In “Karate-dō Kyōhan” Funakoshi presenta ben 9 tecniche di proiezione, alcune delle quali già presenti nel libro precedente ma con nomi (e kanji) differenti. Rimuove però Nodo-Osae (presente invece in “Rentan Goshin Tōde-jutsu”), cosìcché possiamo affermare che Funakoshi codificò per iscritto un totale di 10 nage-waza. Ecco l’elenco delle 9 tecniche di proiezione illustrate in “Karate-dō Kyōhan”, 1935:

– 屏風倒 / Byōbū daoshi / “capovolgere un paravento”
– 獨樂投 / Koma nage / “proiezione a trottola”
– 首環 / Kubiwa / “anello al collo”
– 片輪車 / Katawa guruma / “ruota deformata”
– 燕返 / Tsubamegaeshi / “rondine che ritorna”
– 槍玉 / Yaridama / “infilzare una palla”
– 谷落 / Taniotoshi / “cadere a valle”
– 腕環 / Udewa / “anello di braccia”
– 逆槌 / Sakatsuchi / “mazza inversa”

Nel suo ultimo libretto tecnico (Karate-dō Nyūmon, 1943), Funakoshi non include nessuna tecnica di proiezione, e nemmeno fa cenno a quelle già codificate nei libri precedenti. E’ il segno inequivocabile che i cambiamenti in seno allo Shōtōkan (il dōjō) stavano per prendere il sopravvento sul karate di Gichin Funakoshi.

La pratica

Dal punto di vista pratico, ogni tecnica di proiezione si compone di tre fasi didattiche:

– 崩し / Kuzushi: letteralmente significa “rompere” o “deformare la posizione” ed equivale alla fase di rottura dell’equilibrio dell’avversario; in poche parole lo sbilanciamento di quest’ultimo. Questa fase è particolarmente importante: è necessario rompere la posizione naturale dell’avversario prima di poterlo proiettare. Se l’avversario è in equilibrio (e magari pesa anche più di noi, o è più forte muscolarmente), difficilmente si riuscirà a proiettarlo.

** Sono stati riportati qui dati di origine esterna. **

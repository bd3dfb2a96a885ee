"""Surface exchange: one model per boundary kind, used by every caller.

The time march, the steady solver (and through it sizing, ``layers check``
and the run's steady start), the ISO 13786 report and the run summary all
take a boundary's exchange from here.  Each model says, for surface
temperatures ``t_surface`` [degC] at given forcing values, how much heat
enters the construction through one square metre of surface:

    q = h (t_eq - t_surface) + q_imposed                      [W m-2]

as a :class:`SurfaceFilm` of arrays (``h`` [W m-2 K-1], ``t_eq`` [degC],
``q_imposed`` [W m-2]).  Everything is vectorised: the forcing values, the
surface temperatures and the outside diameter broadcast together, so one
call serves a time step, a whole chunk of steps, or ten thousand sizing
candidates.

Boundary kinds
--------------
``film`` with a fixed coefficient
    h = 1 / R_s, t_eq the sol-air temperature ``T_air + a I R_s`` (ASHRAE
    Handbook of Fundamentals 2017, ch. 18, eq. 28, without the long-wave
    correction; CIBSE Guide A, sec. 5.2); t_eq = T_air without sun.
``film`` with ``film_coefficient = "auto"``
    Convection plus linearised long-wave radiation at the surface
    temperature.  Planar: the ISO 6946:2017 convective coefficients (annex
    on surface resistances; inside by heat-flow direction, outside
    4 + 4 v).  The inside direction is ``heat_flow_direction`` when the
    case gives it; otherwise it is derived at every evaluation from the
    construction's tilt and the sign of air minus surface temperature
    (:func:`layers.convection.iso6946_heat_flow_direction`): up under a
    ceiling whose room is warmer, down over a floor whose room is warmer,
    horizontal on a wall.  The outside coefficient is wind-driven and takes
    no direction (ISO 6946 gives one hce for every orientation).  Pipes and vessels: free convection (Churchill-Chu horizontal
    cylinder, the vertical-plate form on the height of a vertical pipe,
    Churchill sphere) combined with forced convection in the wind
    (Churchill-Bernstein, Whitaker) by Churchill's cube rule
    (:mod:`layers.convection`).  Radiation goes to ``radiant_temperature``
    (default: the air) or, with a sky temperature, to the sky and the ground
    (at air temperature) in proportion to their view factors (1 +- cos
    tilt)/2, each with the exact linearisation
    h_r,j = eps sigma F_j (T_s^2 + T_j^2)(T_s + T_j) in kelvin.  Then
    h = h_c + sum h_r,j and t_eq = (h_c T_air + sum h_r,j T_j + a I) / h.
``temperature``
    The surface is held at the given temperature: h = inf, t_eq = it.
``flux``
    h = 0 and q_imposed the given heat flux into the construction.
``adiabatic``
    h = 0, q_imposed = 0.
``contents``
    The film between stagnant contents and the bore: h = 1/R_s (inf for
    R_s = 0) towards the contents' temperature, which is a state of the
    march (:mod:`layers.contents`), not a forcing; the steady solver holds
    it at ``initial_temperature``.
"""

from __future__ import annotations

import math
from collections.abc import Callable
from dataclasses import dataclass
from typing import TYPE_CHECKING

import numpy as np
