def _read_series_table(value: Any, file: str, base_dir: Path, series_dir: Path | None = None):
    if value is None:
        return None, {}, {}, "UTC"
    t = _Table(value, file, "series")
    timezone = t.get("timezone", "UTC")
    cycles: dict[str, Callable] = {}
    cyc = _Table(t.get("cycles", {}), file, "series.cycles")
    for name in list(cyc.data):
        cyc.get(name)
        c = _Table(cyc.data[name], file, f"series.cycles.{name}")
        mean = parse_temperature(c.get("mean", required=True), file=file, key=c.key("mean"))
        amplitude = parse_quantity(c.get("amplitude", required=True), "temperature_difference", file=file, key=c.key("amplitude"))
        if amplitude < 0:
            raise c.error("amplitude", "must be non-negative")
        if mean - amplitude <= ABSOLUTE_ZERO_CELSIUS:
            raise c.error("amplitude", f"takes the cycle to {mean - amplitude:.4g} degC, at or below absolute zero")
        peak = c.get("peak_hour", 15)
        if isinstance(peak, bool) or not isinstance(peak, (int, float)) or not 0 <= peak < 24:
            raise c.error("peak_hour", f"must be an hour from 0 to 24, got {peak!r}")
        period = _positive(c.get("period", "24 h"), "duration", c, "period")
        c.finish()
        cycles[name] = (daily_cycle(mean, amplitude, float(peak), period, timezone=timezone), period)
    columns_kind: dict[str, str] = {}
    series = None
    if t.has("file"):
        fname = t.get("file")
        if not isinstance(fname, str):
            raise t.error("file", "must be a file name")
        cols = _Table(t.get("columns", required=True), file, "series.columns")
        specs = []
        for name in list(cols.data):
            cols.get(name)
            c = _Table(cols.data[name], file, f"series.columns.{name}")
            column = c.get("column", name)
            unit = c.get("unit", required=True)
            if not isinstance(unit, str):
                raise c.error("unit", "must be a unit string such as 'degC' or 'W/m2'")
            from layers.units import checked_text

            checked_text(unit, file=file, key=c.key("unit"), unit_only=True)
            kind = _column_kind(unit)
            if kind == "unknown":
                raise c.error("unit", f"unit {unit!r} is not a temperature, irradiance, speed or fraction")
            c.finish()
            specs.append(ColumnSpec(name=name, column=str(column), unit=unit, kind=kind))
            columns_kind[name] = kind
        fill = t.get("fill_gaps")
        fill_s = _positive(fill, "duration", t, "fill_gaps") if fill is not None else None
        max_interval = t.get("max_interval")
        max_s = _positive(max_interval, "duration", t, "max_interval") if max_interval is not None else None
        time_col = t.get("time", "time")
        if not isinstance(time_col, str):
            raise t.error("time", f"must be the name of the time column, got {time_col!r}")
        embed = t.get("embed_series", False)
        if not isinstance(embed, bool):
            raise t.error("embed_series", "must be true or false")
        path = Path(fname)
        if series_dir is not None:
            path = series_dir / base_name(fname)
        elif not path.is_absolute():
            path = base_dir / path
        series = read_series(
            path, specs, time=time_col, timezone=timezone, fill_gaps=fill_s, max_interval=max_s, case_file=file
        )
        if embed:
            raw = path.read_bytes()
            if raw[:4] in (b"CDF\x01", b"CDF\x02", b"\x89HDF"):
                raise t.error("embed_series", "embedding works for CSV series; keep the netCDF file beside the run")
            series.embedded = raw.decode("utf-8", errors="replace")
    else:
        for name in ("columns", "time", "fill_gaps", "max_interval", "embed_series"):
            if t.has(name):
                raise t.error(name, "needs series.file")
    t.finish()
    for name in cycles:
        columns_kind[name] = "temperature"
    return series, cycles, columns_kind, timezone
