"""Material library and temperature-dependent conductivity models.

A :class:`Material` holds the density, specific heat and thermal conductivity of
one layer material, and its conductivity law: None for a constant, a
:class:`ConductivityTable` of values against temperature (interpolated
linearly, held constant beyond the ends), or a :class:`ConductivityPolynomial`
``a + b*θ + c*θ**2 + ...`` in the temperature θ [degC].  Each law evaluates
itself (``at``), its Kirchhoff transform (``integral``) and its integral mean
(``mean``); the material's methods hand over to it.

The packaged library ``layers/data/materials.toml`` is read once by
:func:`load_library`; a case file may add materials or override library ones
under ``[materials.NAME]`` (see :func:`material_from_table`), and
:func:`resolve` finds a name in both.

Temperature-dependent conductivity enters a steady calculation through the
integral mean over a layer's temperature range,

    λm = 1/(θ2 − θ1) ∫[θ1, θ2] λ(θ) dθ,

the mean-conductivity rule of ISO 12241 and ASTM C680, which for a linear
λ = a + bθ reduces to a + b(θ1 + θ2)/2.  :meth:`Material.mean_conductivity`
evaluates it exactly for tables and polynomials, and
:meth:`Material.conductivity_integral` gives the Kirchhoff transform
∫[0, θ] λ dθ on which it rests.

References
----------
.. [1] ISO 10456:2007, Building materials and products - Hygrothermal
   properties - Tabulated design values and procedures for determining declared
   and design thermal values (Table 3; the same values as EN 12524:2000).
.. [2] ISO 12241:2008, Thermal insulation for building equipment and industrial
   installations - Calculation rules (mean thermal conductivity of a layer).
.. [3] ASTM C680, Standard Practice for Estimate of the Heat Gain or Loss and the
   Surface Temperatures of Insulated Flat, Cylindrical, and Spherical Systems by
   Use of Computer Programs (temperature-dependent conductivity).
"""

from __future__ import annotations

import difflib
import functools
import math
import re
import tomllib
from dataclasses import dataclass
from importlib import resources
from typing import Any, Mapping

import numpy as np

from layers.errors import CaseError
from layers.units import parse_quantity, parse_temperature

#: Categories a material may belong to.
CATEGORIES: tuple[str, ...] = (
    "masonry",
    "concrete",
    "board",
    "timber",
    "insulation",
    "metal",
    "plaster",
    "fluid",
    "other",
)

#: Temperature at which :attr:`Material.conductivity` is given for k(T) materials [degC]
#: (the reference mean temperature of declared values in ISO 10456).
REFERENCE_TEMPERATURE = 10.0

#: Lowest temperature at which a polynomial conductivity is checked to be positive [degC].
POLYNOMIAL_CHECK_LOW = -50.0
#: Highest such temperature when the material gives no ``max_temperature`` [degC].
POLYNOMIAL_CHECK_HIGH = 1000.0

#: Where the packaged library lives, as shown in error messages.
LIBRARY_FILE = "layers/data/materials.toml"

– 作り / Tsukuri: letteralmente significa “adattare” o “adattarsi”, s’intende l’adattamento che viene effettuato da chi esegue la proiezione dopo avere spezzato l’equilibrio di chi la subisce

– 掛 / Kake: letteralmente significa “sospeso”, è l’atto stesso di proiettare l’avversario, ed è dunque l’applicazione della tecnica che conclude l’azione cominciata con il kuzushi e proseguita con lo tsukuri

Funakoshi, durante la spiegazione delle tecniche di proiezione, non si addentra nei particolari di queste tre fasi, bensì tende a sottolineare implicitamente un aspetto forse ancora più importante dal punto di vista pratico: non si proietta un avversario senza prima averlo colpito con una tecnica percussiva (in modo da causare uno shock inaspettato e rendere l’avversario vulnerabile). La sua disamina è in linea con il detto che “si colpisce per proiettare, si sbilancia per colpire”.
Daremo ora un’occhiata informale a due delle tecniche di proiezione che ci ha lasciato Funakoshi, la prima abbastanza semplice, la seconda (prevista per il prossimo articolo) un po’ più complessa. Ho scelto queste due nage-waza perché Funakoshi ci rivela esplicitamente che esse rappresentano l’applicazione (ōyō) di due movimenti appartenenti, rispettivamente, al kata Tekki Shodan e al kata Bassai Dai.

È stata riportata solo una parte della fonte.